# Is the normal mode frequency of harmonic oscillator related to temperature?

It is well known that for an isolated system, the normal mode frequency of a N-body harmonic oscillator satisfies Det(T-$$\omega^{2}$$V)=0. How about a non-isolated, fixed temperature system?
In solid state physics I have learned that in crystal the frequency does not change, but the amplitude of each mode changes. But how about the free energy? Shouldn't the free energy be always at the minimum?
I am confused...
Thanks so much.

Your question is not very clear.
What are T and V in your dispersion relation?

If the system has a given fixed temperature, what would change if it is isolated or not? Why would the normal mode be affected?

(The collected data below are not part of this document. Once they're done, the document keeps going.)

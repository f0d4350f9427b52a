"""Residuals that are independent standard normal if the model is right, whatever the delays and the noise model."""

from __future__ import annotations

from collections.abc import Mapping
from dataclasses import dataclass, replace

import numpy as np
from numpy.typing import NDArray

from inverse.inference.inversion import Inversion
from inverse.inference.problem.likelihood import Channel
from inverse.inference.problem.noise import FREEDOM, Noise

__all__ = ["Replicates", "autocorrelation", "innovations", "replicates"]

Array = NDArray[np.float64]

_BATCH = 50


@dataclass(frozen=True)
class Replicates:
    """Residuals of one channel at draws of the posterior, linear coefficients drawn too.

    Attributes
    ----------
    channel : Channel
    name : str
        Of the channel, after the label of its trace in a joint problem.
    delay : array, shape (delays,)
        Fitted delays, ps.
    data : array, shape (delays,)
    residual : array, shape (draws, delays)
        Data less model.
    innovation : array, shape (draws, delays)
        Standardised one-step prediction errors of the residual.
    replicate : array, shape (draws, delays)
        Data that model and noise would give anew.
    noise : mapping of str to array
        Noise values of the draws.
    """

    channel: Channel
    name: str
    delay: Array
    data: Array
    residual: Array
    innovation: Array
    replicate: Array
    noise: Mapping[str, Array]


def innovations(noise: Noise, residual: Array, values: Mapping[str, Array]) -> Array:
    """Standardise residuals by their prediction from the earlier ones: ``u = L^-1 r``, ``K = L L'``.

    Parameters
    ----------
    noise : Noise
    residual : array, shape (draws, delays)
    values : mapping
        Noise values, each of shape (draws,).

    Returns
    -------
    array, shape (draws, delays)
        Independent N(0, 1) if K is right, for delays of any spacing (Kalman filter of the Markov kernel; O(delays)).
        Under Student's t noise K has its variance, and u is uncorrelated but not normal.
    """
    white = values["white"][:, None] * noise.relative
    if noise.model == "student":
        white = white * np.sqrt(FREEDOM / (FREEDOM - 2))
    if noise.model == "white":
        return residual / white
    size2, time = values["discrepancy"] ** 2, values["correlation_time"]
    mean, variance = np.zeros(len(residual)), size2.copy()
    steps = np.append(np.diff(noise.delay), 0.0)
    out = np.empty_like(residual)
    for i, step in enumerate(steps):
        total = variance + white[:, i] ** 2
        error = residual[:, i] - mean
        out[:, i] = error / np.sqrt(total)
        gain = variance / total
        kept = np.exp(-step / time)
        mean = kept * (mean + gain * error)
        variance = kept**2 * variance * (1 - gain) - size2 * np.expm1(2 * np.log(kept))
    return out


def replicates(inversion: Inversion, values: Array, seed: int) -> tuple[Replicates, ...]:
    """Compute the residuals of every channel at draws of the posterior.

    Parameters
    ----------
    inversion : Inversion
    values : array, shape (draws, unknowns)
        Public units.
    seed : int
        For the linear coefficients and the replicated noise.
    """
    rng = np.random.default_rng(seed)
    batches = [_batch(inversion, values[i : i + _BATCH], rng) for i in range(0, len(values), _BATCH)]
    return tuple(_joined(parts) for parts in zip(*batches, strict=True))


def _batch(inversion: Inversion, values: Array, rng: np.random.Generator) -> list[Replicates]:
    out = []
    named = inversion.posterior.parameters.named(values)
    for member in inversion.posterior.members:
        model, local = member.model, member.local(named)
        functions = model.functions(local)
        weights = model.marginal(functions, local).draw(rng)
        for channel in model.channels:
            predicted = np.einsum("nc,ncd->nd", weights, functions[channel.name])
            noise = channel.noise_values(local)
            residual = channel.data[model.used] - predicted
            drawn = [
                channel.noise.draw(rng, {k: float(v[i]) for k, v in noise.items()})
                for i in range(len(values))
            ]
            out.append(
                Replicates(
                    channel,
                    f"{member.label}:{channel.name}" if member.label else channel.name,
                    model.delay[model.used],
                    channel.data[model.used],
                    residual,
                    innovations(channel.noise, residual, noise),
                    predicted + np.array(drawn),
                    noise,
                )
            )
    return out


def _joined(parts: tuple[Replicates, ...]) -> Replicates:
    return replace(
        parts[0],
        residual=np.concatenate([p.residual for p in parts]),
        innovation=np.concatenate([p.innovation for p in parts]),
        replicate=np.concatenate([p.replicate for p in parts]),
        noise={k: np.concatenate([p.noise[k] for p in parts]) for k in parts[0].noise},
    )


def autocorrelation(series: Array, lags: int) -> Array:
    """Return the autocorrelations of rows at lags 1 to `lags`, shape (rows, lags): ``sum u_i u_i+k / sum u_i^2``."""
    power = (series**2).sum(axis=1)
    return np.stack(
        [(series[:, k:] * series[:, :-k]).sum(axis=1) / power for k in range(1, lags + 1)], axis=1
    )
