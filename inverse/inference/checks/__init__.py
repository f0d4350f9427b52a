"""What the data added, whether the model describes the trace, and what each number rests on."""
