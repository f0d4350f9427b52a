"""A weak bond or a thin layer: the layer that would act as a compliance does, and whether the trace tells them apart.

A layer of thickness d, density rho and stiffness c33, thin against the wavelength, is a spring of compliance
``d / c33`` and a mass ``rho d``. Between media of impedances Z1 and Z2 the reflection of a displacement wave is, to
first order in s d,

``R = [Z1 - Z2 + s (Z1 Z2 / K - m)] / [Z1 + Z2 + s (Z1 Z2 / K + m)]``,  ``1/K = d / c33``, ``m = rho d``,

so that in its numerator the layer acts as a compliance ``(d / c33) (1 - Z^2 / (Z1 Z2))``, ``Z^2 = rho c33``. The
layer that acts the same is therefore found by fitting it, not by ``c33 / K``, which would be half of it for SiO2
between Al and Si.
"""

from __future__ import annotations

from dataclasses import dataclass

import numpy as np
from numpy.typing import NDArray

from inverse.description.material.properties import material
from inverse.description.sample.stack import Interface, Layer, Stack
from inverse.description.wording import plus_minus
from inverse.inference.checks.posterior_draws import PosteriorDraws
from inverse.inference.inversion import Inversion
from inverse.inference.minima.minimise import Minimum, minimise
from inverse.inference.minima.projection import Projected

__all__ = ["TOLD_APART", "Interlayer", "interlayers"]

Array = NDArray[np.float64]

TOLD_APART = 9.0
"""The two are told apart where -2 log likelihood differs by this: three standard deviations."""

# nm; the thinnest layer a Stack takes, and the thinnest a comparison starts from.
_THINNEST, _START = 0.1, 0.2


@dataclass(frozen=True)
class Interlayer:
    """The layer that acts as a compliance does.

    Attributes
    ----------
    name : str
        The compliance.
    compliance : float
        Its median, nm/GPa.
    material : str
        The layer's.
    thickness, sd : float
        Thickness of the layer that fits best in the spring's place, and its standard deviation to first order, nm.
    difference : float
        -2 log likelihood of the best fit with the layer less that with the spring, at the noise of the latter and
        with the priors of the other unknowns; negative where the layer fits better.
    verdict : {"inseparable", "bond", "layer"}
        What the trace prefers; ``inseparable`` where the difference is under `TOLD_APART`.
    """

    name: str
    compliance: float
    material: str
    thickness: float
    sd: float
    difference: float
    verdict: str

    @property
    def sentence(self) -> str:
        """The finding in words."""
        size = f"{plus_minus(self.thickness, self.sd)} nm of {self.material}"
        differs = f"-2 log likelihood differs by {abs(self.difference):.3g}"
        said = {
            "inseparable": f"may as well be an interlayer of {size}: the trace does not separate the two",
            "layer": f"is more likely an interlayer of {size}: the trace prefers it to a weak bond",
            "bond": f"is not an interlayer of {self.material}: the best one, {size}, fits worse",
        }
        return f"{self.name} = {self.compliance:.3g} nm/GPa {said[self.verdict]} ({differs})."


def interlayers(draws: PosteriorDraws, name: str) -> tuple[Interlayer, ...]:
    """Compare every unknown compliance of a problem of one trace with a thin layer in its place.

    A bond inside a `Repeat`, or that stands in several places, is left out: it would be as many layers.

    Parameters
    ----------
    draws : PosteriorDraws
    name : str
        Reference material of the layer.

    Raises
    ------
    ValueError
        If the material is not in the reference tables.
    """
    inversion = draws.inversion
    c33 = _stiffness(name)
    if len(inversion.parts) > 1:
        return ()
    found = []
    for position, slots in enumerate(inversion.posterior.members[0].model.bound.interfaces):
        unknown = slots["compliance"].name
        if unknown in inversion.names and _stands_once(inversion.stack, position):
            compliance = float(np.median(draws.flat[:, inversion.names.index(unknown)]))
            found.append(_compare(draws, position, unknown, compliance, name, c33 * compliance))
    return tuple(found)


def _stands_once(stack: Stack, position: int) -> bool:
    """Tell whether an interface is written once and lies in the sample once, not in a repeated group."""
    here = stack.interfaces[position]
    return all(sum(part is here for part in parts) == 1 for parts in (stack.parts, stack.interfaces))


def _stiffness(name: str) -> float:
    layer = material(name)
    return float(layer.density * layer.velocity**2)


def _compare(
    draws: PosteriorDraws, position: int, unknown: str, compliance: float, name: str, thickness: float
) -> Interlayer:
    """Fit the layer in the spring's place, from the spring's best values."""
    inversion = draws.inversion
    z = _best(draws)
    spring, _ = _fitted(inversion, z, unknown)
    known = inversion.posterior.parameters.named(inversion.posterior.parameters.to_values(z[None]))
    other = _with_layer(inversion, inversion.stack.interfaces[position], name, max(thickness, _START))
    own, renamed = _renamed(inversion, other, position)
    known = {**known, **{new: known[old] for new, old in renamed.items()}}
    fits = []
    for factor in (1.0, 3.0):
        start = {**known, own: np.array([factor * max(thickness, _START)])}
        points = other.posterior.parameters.to_z(np.stack([start[n] for n in other.names], axis=1))
        fits.append((*_fitted(other, points[0], own), points[0]))
    cost, minimum, point = min(fits, key=lambda f: f[0])
    found, sd = _thickness(other, own, minimum, point)
    verdict = "inseparable" if abs(cost - spring) < TOLD_APART else "bond" if cost > spring else "layer"
    return Interlayer(unknown, compliance, name, found, sd, cost - spring, verdict)


def _thickness(inversion: Inversion, own: str, minimum: Minimum, z: Array) -> tuple[float, float]:
    """Return the layer's thickness at a minimum and its standard deviation."""
    physical = np.array([name not in inversion.noise_names for name in inversion.names])
    i = inversion.names.index(own)
    step = np.sqrt(minimum.covariance[_place(inversion, own), _place(inversion, own)])
    at = z.copy()
    at[physical] = minimum.x
    near = np.stack([at, at, at])
    near[1:, i] += np.array([-1e-4, 1e-4])
    values = inversion.posterior.parameters.to_values(near)[:, i]
    return float(values[0]), float(step * (values[2] - values[1]) / 2e-4)


def _renamed(inversion: Inversion, other: Inversion, position: int) -> tuple[str, dict[str, str]]:
    """Name the layer's thickness, and give the old name of every unknown whose place has a new one."""
    old, new = (i.posterior.members[0].model.bound for i in (inversion, other))
    media = [m for i, m in enumerate(new.media) if i != position + 1]
    bonds = [b for i, b in enumerate(new.interfaces) if i != position + 1]
    pairs = [*zip(media, old.media, strict=True), *zip(bonds, old.interfaces, strict=True)]
    names = {
        slot.name: before[field].name
        for after, before in pairs
        for field, slot in after.items()
        if slot.prior is not None
    }
    return new.media[position + 1]["thickness"].name, names


def _best(draws: PosteriorDraws) -> Array:
    """Most probable of a hundred draws: the start of a minimisation, no estimate."""
    few = draws.thinned(100)
    z = few.z
    return np.asarray(z[int(np.argmax(few.inversion.posterior(z)))])


def _fitted(inversion: Inversion, z: Array, own: str) -> tuple[float, Minimum]:
    """Minimise at given noise; the cost is without the prior of the compliance or of the thickness in its place."""
    physical = np.array([name not in inversion.noise_names for name in inversion.names])
    found = minimise(
        Projected(inversion.posterior, physical, z), z[physical], typical=1.0, max_evaluations=60
    )
    return found.cost - float(found.x[_place(inversion, own)]) ** 2, found


def _place(inversion: Inversion, name: str) -> int:
    return [n for n in inversion.names if n not in inversion.noise_names].index(name)


def _with_layer(inversion: Inversion, spring: Interface, name: str, thickness: float) -> Inversion:
    """Replace the spring by a layer that is welded on both sides and keeps the bond's heat conductance."""
    from scipy import stats

    bond = Interface(boundary_conductance=spring.boundary_conductance, roughness=spring.roughness)
    layer = Layer(name, thickness=stats.loguniform(_THINNEST, 1e4 * thickness))
    stack = inversion.stack
    parts = [p for part in stack.parts for p in ((bond, layer) if part is spring else (part,))]
    changed = stack.of(*parts)
    return Inversion(changed, inversion.setup, inversion.trace, **inversion.arguments)
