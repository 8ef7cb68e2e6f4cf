"""One judged limit, in the form that screens, records and the JSON document show."""

from __future__ import annotations

from dataclasses import dataclass

__all__ = ["JudgedFigure"]


@dataclass(frozen=True, slots=True)
class JudgedFigure:
    """A figure against one limit.

    Parameters
    ----------
    name
        What was judged, in words: ``"insertion loss, 160 MHz to 175 MHz"``.
    value
        Measured value in ``unit``; None where it could not be told.
    unit
        ``"dB"``, ``"Hz"``, ``"s"``, ``"deg"`` or ``"1"``: SI throughout.
    limit
        The limit in the same unit.
    side
        ``"at most"`` or ``"at least"``.
    margin
        Positive inside the limit, in the same unit.
    uncertainty
        Expanded uncertainty (k = 2) in the same unit; None where none is declared.
    at_hz
        Frequency at which the value was found; None where there is none.
    conclusion
        One of the six conclusions.
    rule
        The decision rule in words, with its standard.
    risk
        Probability that the unit does not conform although accepted, or conforms although rejected
        (JCGM 106:2012, 9.3), for this one decision; None without uncertainty.
    remark
        Why a value is missing, or that it is not resolvable.
    """

    name: str
    value: float | None
    unit: str
    limit: float
    side: str
    margin: float | None
    uncertainty: float | None
    at_hz: float | None
    conclusion: str
    rule: str = ""
    risk: float | None = None
    remark: str = ""
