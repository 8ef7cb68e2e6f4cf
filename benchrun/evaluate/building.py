"""A procedure from the bytes of its files: the same for a plan and for the copies kept in a record."""

from __future__ import annotations

from collections.abc import Mapping

from benchrun.evaluate.procedure import NOISE_SEED, Procedure
from benchrun.rf.kit import Kit
from benchrun.rf.touchstone import read as read_touchstone
from benchrun.sequence.bench import Bench
from benchrun.sequence.files import load_model
from benchrun.sequence.kit import KitFile
from benchrun.sequence.mask import MaskFile
from benchrun.sequence.models import Sequence
from benchrun.uncertainty.montecarlo import Effort

__all__ = ["build"]


def build(files: Mapping[str, bytes], noise_seed: int = NOISE_SEED) -> Procedure:
    """A procedure.

    Parameters
    ----------
    files
        By logical name: ``"sequence"``, ``"bench"``, ``"kit:NAME"``, ``"mask:NAME"``, ``"fixture:NAME"``,
        each NAME as the sequence writes it, and ``"standard:KIT/NAME"`` as the kit file KIT writes it.
    noise_seed
        Of the noise draws.

    Raises
    ------
    InputError
        If a file is not what its name says.
    KeyError
        If the sequence or the bench is missing.
    """

    def of(kind: str) -> dict[str, bytes]:
        return {name.split(":", 1)[1]: raw for name, raw in files.items() if name.startswith(f"{kind}:")}

    bench = load_model(files["bench"], "bench", Bench).model
    return Procedure(
        load_model(files["sequence"], "sequence", Sequence).model,
        {name: _kit(name, raw, of("standard")) for name, raw in of("kit").items()},
        {name: load_model(raw, name, MaskFile).model.build() for name, raw in of("mask").items()},
        {name: read_touchstone(raw, name) for name, raw in of("fixture").items()},
        bench.uncertainty.terms,
        noise_seed,
        bench.uncertainty.level_terms,
        bench.scalar_ports,
        bench.uncertainty.noise_at,
        bench.uncertainty.source_terms,
        Effort(bench.uncertainty.trials.number, bench.uncertainty.trials.digits),
    )


def _kit(name: str, raw: bytes, measured: Mapping[str, bytes]) -> Kit:
    own = {key.removeprefix(f"{name}/"): data for key, data in measured.items() if key.startswith(f"{name}/")}
    files = {key: read_touchstone(data, key) for key, data in own.items()}
    return load_model(raw, name, KitFile).model.build(files)
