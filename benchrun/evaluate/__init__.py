"""The arithmetic of a sequence: calibrate, correct, de-embed, judge, as functions of raw readings.

No instrument, no file and no clock is touched here. The engine calls these functions while a run goes,
an audit calls them again on the readings kept in a record, and the uncertainty comes from calling them on
varied readings; all three must give the same numbers because there is only this one code path.
"""
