"""Results of a state as Touchstone files: the bytes that a record keeps and an audit makes again."""

from __future__ import annotations

from benchrun.evaluate.state import State
from benchrun.rf.tone import Tone
from benchrun.rf.touchstone import write

__all__ = ["result_files"]


def result_files(state: State) -> dict[tuple[str, str], tuple[str, bytes]]:
    """Corrected and de-embedded networks.

    Returns
    -------
    dict
        By step and kind (``"corrected"`` or ``"de-embedded"``): path inside a record, and contents.
    """
    found = {}
    for step, network in state.networks.items():
        kind = state.kinds[step]
        if kind in ("uncorrected", "tone"):  # the raw reading itself is kept already
            continue
        path = f"{kind}/{step}.s{network.ports}p"
        nominal = network.nominal
        assert not isinstance(nominal, Tone)  # its kind is "tone"
        contents = write(network.f_hz, nominal, f"{step}: {kind}", network.z0_ohm)
        found[step, kind] = path, contents
    return found
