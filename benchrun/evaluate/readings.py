"""Raw readings of every kind, and the file each is kept as."""

from __future__ import annotations

import json
from collections.abc import Mapping
from dataclasses import dataclass
from typing import TypeAlias

import numpy as np

from benchrun.errors import CouldNotCheck
from benchrun.rf.touchstone import read as read_touchstone
from benchrun.rf.touchstone import write as write_touchstone
from benchrun.rf.twoport import FloatArray, TwoPort

__all__ = ["Levels", "Raw", "decode", "encode", "suffix", "two_ports"]


@dataclass(frozen=True, slots=True, eq=False)
class Levels:
    """Levels read at one connection.

    Parameters
    ----------
    source_dbm
        What the generator was set to, ``(k,)``.
    read_dbm
        What was read at each frequency, ``(k, h)``.
    supply_a
        Supply current at each level, ``(k,)``; nan without a supply.
    """

    source_dbm: FloatArray
    read_dbm: FloatArray
    supply_a: FloatArray


Raw: TypeAlias = TwoPort | Levels
"""A raw reading: the 2x2 readings of a network analyzer, or levels."""


def two_ports(readings: Mapping[str, Raw]) -> dict[str, TwoPort]:
    """Those that are 2x2 readings."""
    return {name: raw for name, raw in readings.items() if isinstance(raw, TwoPort)}


def suffix(raw: Raw) -> str:
    """Ending of the file that keeps it."""
    return ".s2p" if isinstance(raw, TwoPort) else ".json"


def encode(f_hz: FloatArray, raw: Raw, comment: str) -> bytes:
    """Bytes of the file that keeps a reading; :func:`decode` gives the same numbers to the last bit.

    Parameters
    ----------
    f_hz
        Frequencies in Hz: ``(f,)`` of a sweep, ``(h,)`` of carrier and harmonics.
    raw
        The reading.
    comment
        What it is of.
    """
    if isinstance(raw, TwoPort):
        return write_touchstone(f_hz, raw, comment)
    table = {
        "reading": comment,
        "frequencies_hz": f_hz.tolist(),
        "source_dbm": raw.source_dbm.tolist(),
        "read_dbm": raw.read_dbm.tolist(),
        "supply_a": [None if np.isnan(a) else a for a in raw.supply_a.tolist()],
    }
    return (json.dumps(table, indent=1) + "\n").encode()


def decode(contents: bytes, name: str) -> Raw:
    """A kept reading.

    Raises
    ------
    InputError, CouldNotCheck
        If the file is not what it should be.
    """
    if not name.endswith(".json"):
        return read_touchstone(contents, name).two_port
    try:
        table = json.loads(contents)
        levels = Levels(
            np.array(table["source_dbm"], np.float64),
            np.array(table["read_dbm"], np.float64),
            np.array([np.nan if a is None else a for a in table["supply_a"]], np.float64),
        )
    except (ValueError, KeyError, TypeError) as error:
        raise CouldNotCheck(f"{name} is no table of levels: {error}") from error
    if levels.read_dbm.ndim != 2 or len(levels.read_dbm) != len(levels.source_dbm):
        raise CouldNotCheck(f"{name} is no table of levels: its rows do not fit its source levels")
    return levels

Concerning the free energy. A system at equilibrium, like your collection of oscillators at a given temperature, has already reached the minimum free energy.
How could the free energy be further decreased?
Which parameter/variable could you modify to decrease its free energy?
I see none.

If you collection of oscillators contained two sub-collections each with its own temperature, then the free energy could still decrease when this out-of-equilibrium system would reach equilibrium. This would happen by the system reaching one uniform temperature. This would imply an exchange of energy between the different modes until free energy is minimum (for a fixed total energy).

Remember that the distibution of energy on the different modes is precisely the result of reaching equilibrium with a minimum free energy. However, the modes themselves are not influenced.

Hmm, I see. Your word "distribution of energy on the different modes is precisely the result of reaching equilibrium with a minimum free energy" made me clear. Thanks a lot.